Monsters and Critics columnist Liz Long recaps The Bachelorette, Season 16, Episode 7 with a little help from a glass of pinot (or two) …
Rose-Lovers, what the heck just happened? I mean, we were cruising right along on tonight’s episode!
Tayshia was being a kissing-bandit, asking all the right questions, and really allowing us to get to know these men! Heck, she even reminded me of the movie There’s Something About Mary in the way she had all the men lusting over her with her knack to make each man feel truly special.
And just like a ton of bricks that are as heavy as that gargantuan sundae “T” shared with Ivan, the ghost of Clare hit.
Tayshia Cancels the Cocktail Party!
“THE COCKTAIL PARTY IS CANCELED, BOYS!”
Eeks! Them’s fightin’ words we recognize all too well from previous episodes when Clare was our “Queen.”
But, tonight, the reason for the canceled party wasn’t because of Dale tunnel-vision. Nope. Tonight’s canceled cocktail party was a result of that little troublemaker who Bennett refers to as “Young Noah.”
You see, Noah suggested to Tayshia that the other men in the house believe the only reason she gave Noah a rose was for the “show of it all,” thereby attacking her integrity. And much like Clare wasn’t having any of the guys besides Dale, Tayshia wasn’t having this.
Throw in about five “show ups” on Tayshia’s alone time with Ben tonight, and I’m left quivering.
Clare-Bear, is that you? Did you tell our Tayshia there is a quota to say the words “show up” this season? Did you tell her to cancel the cocktail party on a whim without giving the men any time to explain themselves? Did you tell her to emphasize the need for these men to be … “bold”?
Okay, okay. So it’s not as bad as it seems. It’s just that this emotional moment for Tayshia was out of character for her easy breezy attitude that we’ve come to know and love. I was afraid it might have even given our men a little pause … or at least a little flashback they could do without.
But I remain hopeful that Tayshia will continue being the lovable Bachelorette she is. She is too great all around, and it’s natural to have a little set back from time to time.

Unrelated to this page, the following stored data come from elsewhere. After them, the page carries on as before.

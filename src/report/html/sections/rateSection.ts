// The rate section: the curves and net return (shared RateChart), the recommended optimum with
// its interval and near-best range, price sensitivity and the spread of the site optima.
import type { CompactAnalysisReport } from '../../../api/analysis/report.js';
import { curveValue, type Curve } from '../../../engine/rate/curves.js';
import type { RateResponseResult } from '../../../engine/rate/types.js';
import type { RateCurveData, RateData, RatePoint } from '../../charts/chartData.js';
import { esc, finite, num, table, type Section } from '../markup.js';
import type { ReportCharts } from '../reportInput.js';
import { rateSentence } from './summarySentences.js';

const GRID = 40;
/** Trial curves drawn; with more trials an even sample is drawn (the pooled curve uses them all). */
const MAX_TRIAL_CURVES = 200;

function trialCurve(t: RateResponseResult['trials'][number]): Curve | null {
  if (!t.model || !t.converged) return null;
  const params: Record<string, number> = {};
  for (const [k, v] of Object.entries(t.params)) if (finite(v)) params[k] = v;
  return { model: t.model, params };
}

function grid(lo: number, hi: number): number[] {
  return Array.from({ length: GRID + 1 }, (_, j) => lo + ((hi - lo) * j) / GRID);
}

export function rateChartData(rr: RateResponseResult, width: number): RateData {
  const fitted = rr.trials.map((t) => ({ t, c: trialCurve(t) })).filter((x): x is { t: typeof x.t; c: Curve } => x.c !== null);
  const step = Math.max(1, Math.ceil(fitted.length / MAX_TRIAL_CURVES));
  const trials: RateCurveData[] = fitted
    .filter((_, j) => j % step === 0)
    .map(({ t, c }) => {
      const [lo, hi] = t.testedRange;
      const rates = finite(lo) && finite(hi) ? grid(lo, hi) : [];
      return { id: t.trial, label: t.trial, points: rates.map((rate) => ({ rate, value: curveValue(c, rate) - curveValue(c, 0) })) };
    });
  const [plo, phi] = rr.pooled.range;
  let pooled: RateCurveData | null = null;
  let netReturn: RatePoint[] = [];
  if (finite(plo) && finite(phi) && fitted.length > 0) {
    const pts = grid(plo, phi).map((rate) => ({ rate, value: fitted.reduce((s, { c }) => s + curveValue(c, rate) - curveValue(c, 0), 0) / fitted.length }));
    pooled = { id: 'pooled', label: 'pooled curve', points: pts };
    netReturn = pts.map((p) => ({ rate: p.rate, value: p.value - rr.priceRatio * p.rate }));
  }
  const rec = rr.recommendation.recommended;
  const nb = rr.recommendation.nearBest;
  return {
    width,
    rateUnit: rr.rateUnit,
    yieldUnit: rr.yieldUnit,
    trials,
    pooled,
    netReturn,
    optimum: finite(rec.rate) ? { rate: rec.rate, lower: rec.lower, upper: rec.upper } : null,
    profitable: nb && finite(nb.lower) && finite(nb.upper) ? { lower: nb.lower, upper: nb.upper } : null,
  };
}

export function rateSection(a: CompactAnalysisReport, charts: ReportCharts): Section | null {
  const rr = a.rateResponse;
  if (!rr) return null;
  const ru = esc(rr.rateUnit ?? '');
  const yu = esc(rr.yieldUnit ?? '');
  const parts: string[] = [rateSentence(a) ?? ''];
  parts.push(`<figure class="chart">${charts.rate(rateChartData(rr, 680))}<figcaption>Top: yield gain over the control of each trial's fitted curve (thin) and the pooled curve (thick). Bottom: net return of the pooled curve after paying for the input, with the economic optimum (vertical line), its interval (capped bar) and the near-best rates (shaded and hatched).</figcaption></figure>`);
  const rec = rr.recommendation.recommended;
  const rk = 'rateResponse.recommendation.recommended';
  parts.push(
    table(
      ['Quantity', 'Value'],
      [
        [`Recommended rate (${ru})`, `${num(`${rk}.rate`, rec.rate, 1)} (${num(`${rk}.lower`, rec.lower, 1)} to ${num(`${rk}.upper`, rec.upper, 1)})`],
        ['Interval method', esc(rec.intervalMethod)],
        ['Why this curve', esc(rr.recommendation.reason)],
        [`Yield gain at the optimum (${yu})`, num('rateResponse.pooled.yieldGainAtOptimum', rr.pooled.yieldGainAtOptimum, 3)],
        [`Net return at the optimum (${yu})`, num('rateResponse.pooled.netReturnAtOptimum', rr.pooled.netReturnAtOptimum, 3)],
        [`Near-best rates (${ru})`, `${num('rateResponse.recommendation.nearBest.lower', rr.recommendation.nearBest?.lower, 1)} to ${num('rateResponse.recommendation.nearBest.upper', rr.recommendation.nearBest?.upper, 1)}`],
        ['Trials with a curve', num('rateResponse.pooled.trialsUsed', rr.pooled.trialsUsed, 0)],
      ],
      'narrow keyvals',
    ),
  );
  if (rr.recommendation.check) {
    const c = rr.recommendation.check;
    parts.push(`<p class="note">Check: the ${c.source === 'mixed-model-curve' ? 'mixed-model population curve' : 'pooled curve'} gives ${num('rateResponse.recommendation.check.rate', c.rate, 1)} ${ru}; ${esc(c.comparison)}.</p>`);
  }
  parts.push(
    '<h3>Price sensitivity</h3>',
    table(
      ['Price ratio', 'Multiple of the current', `Optimum (${ru})`, `Near-best rates (${ru})`, 'Trials where no input pays'],
      rr.sensitivity.map((s, j) => {
        const k = `rateResponse.sensitivity.${j}`;
        return [num(`${k}.priceRatio`, s.priceRatio, 4), num(`${k}.multiplier`, s.multiplier, 2), num(`${k}.optimum`, s.optimum, 1), `${num(`${k}.profitableLower`, s.profitableLower, 1)} to ${num(`${k}.profitableUpper`, s.profitableUpper, 1)}`, num(`${k}.shareNoInputPays`, s.shareNoInputPays, 0, { percent: true })];
      }),
      'narrow',
    ),
  );
  const so = rr.siteOptima;
  parts.push(
    '<h3>Optima of the individual site-years</h3>',
    `<p>Each trial's own optimum (held within its tested rates), over ${num('rateResponse.siteOptima.n', so.n, 0)} trials: from ${num('rateResponse.siteOptima.min', so.min, 1)} to ${num('rateResponse.siteOptima.max', so.max, 1)} ${ru}; no input paid in ${num('rateResponse.siteOptima.shareNoInputPays', so.shareNoInputPays, 0, { percent: true })} of them. Quantiles: ${so.quantiles.map((q, j) => `${Math.round(q.p * 100)}%: ${num(`rateResponse.siteOptima.quantiles.${j}.value`, q.value, 1)}`).join(', ')} ${ru}. The spread is the variation a grower should expect between fields and seasons, not an error of the recommendation.</p>`,
  );
  parts.push(`<p class="caution">${rr.cautions.map(esc).join(' ')}</p>`);
  return { id: 'rate', title: 'Rate to recommend', html: parts.join('\n'), newPage: true };
}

After all, we NEED this contrived drama because, otherwise, this just wouldn’t be The Bachelorette! I mean, come on, if the double secret mission where both Ben and Ed snuck out at 2:30 am to find Tayshia didn’t tip us off that production will stop at nothing for a little contrived humor, then may we all have our memberships to Bachelor Nation revoked!
By the way, those who went home tonight included the Boy Band manager, last week’s drama-starter Chasen, and two other guys whose names shall remain forever unknown.
On the other hand, the winners of the night were: 1) Zac C., the group rose winner, aka the Matthew McConaughey look-a-like who sounds a lot like Nick Viall; 2) Ivan, the one-on-one date winner, who displayed a depth we normally don’t see around these parts; and 3) Chris Harrison himself for his crab legs moment and willingness to share a bottle of red with Ed after Ed failed to find Tayshia’s presidential suite. Well played, Chris Harrison. Well played.
Next week, Bennett continues to stoop to levels he shouldn’t as he fights on another day with Young Noah. Bennett, you’re better than this drama. In case you forgot, it’s a new day. Tayshia’s our queen now. So step away. You are meant for more than your undoubted spot on Bachelor in Paradise.
Til’ next week, my Rose-Lovers! Let’s do the damn thing! Oh wait. That was Becca Kufrin’s season. And, yes, she appeared tonight and managed to sneak in the word “damn,” but I can only deal with one Bachelorette ghost at a time.
The Bachelorette airs on Tuesdays at 8/7c on ABC.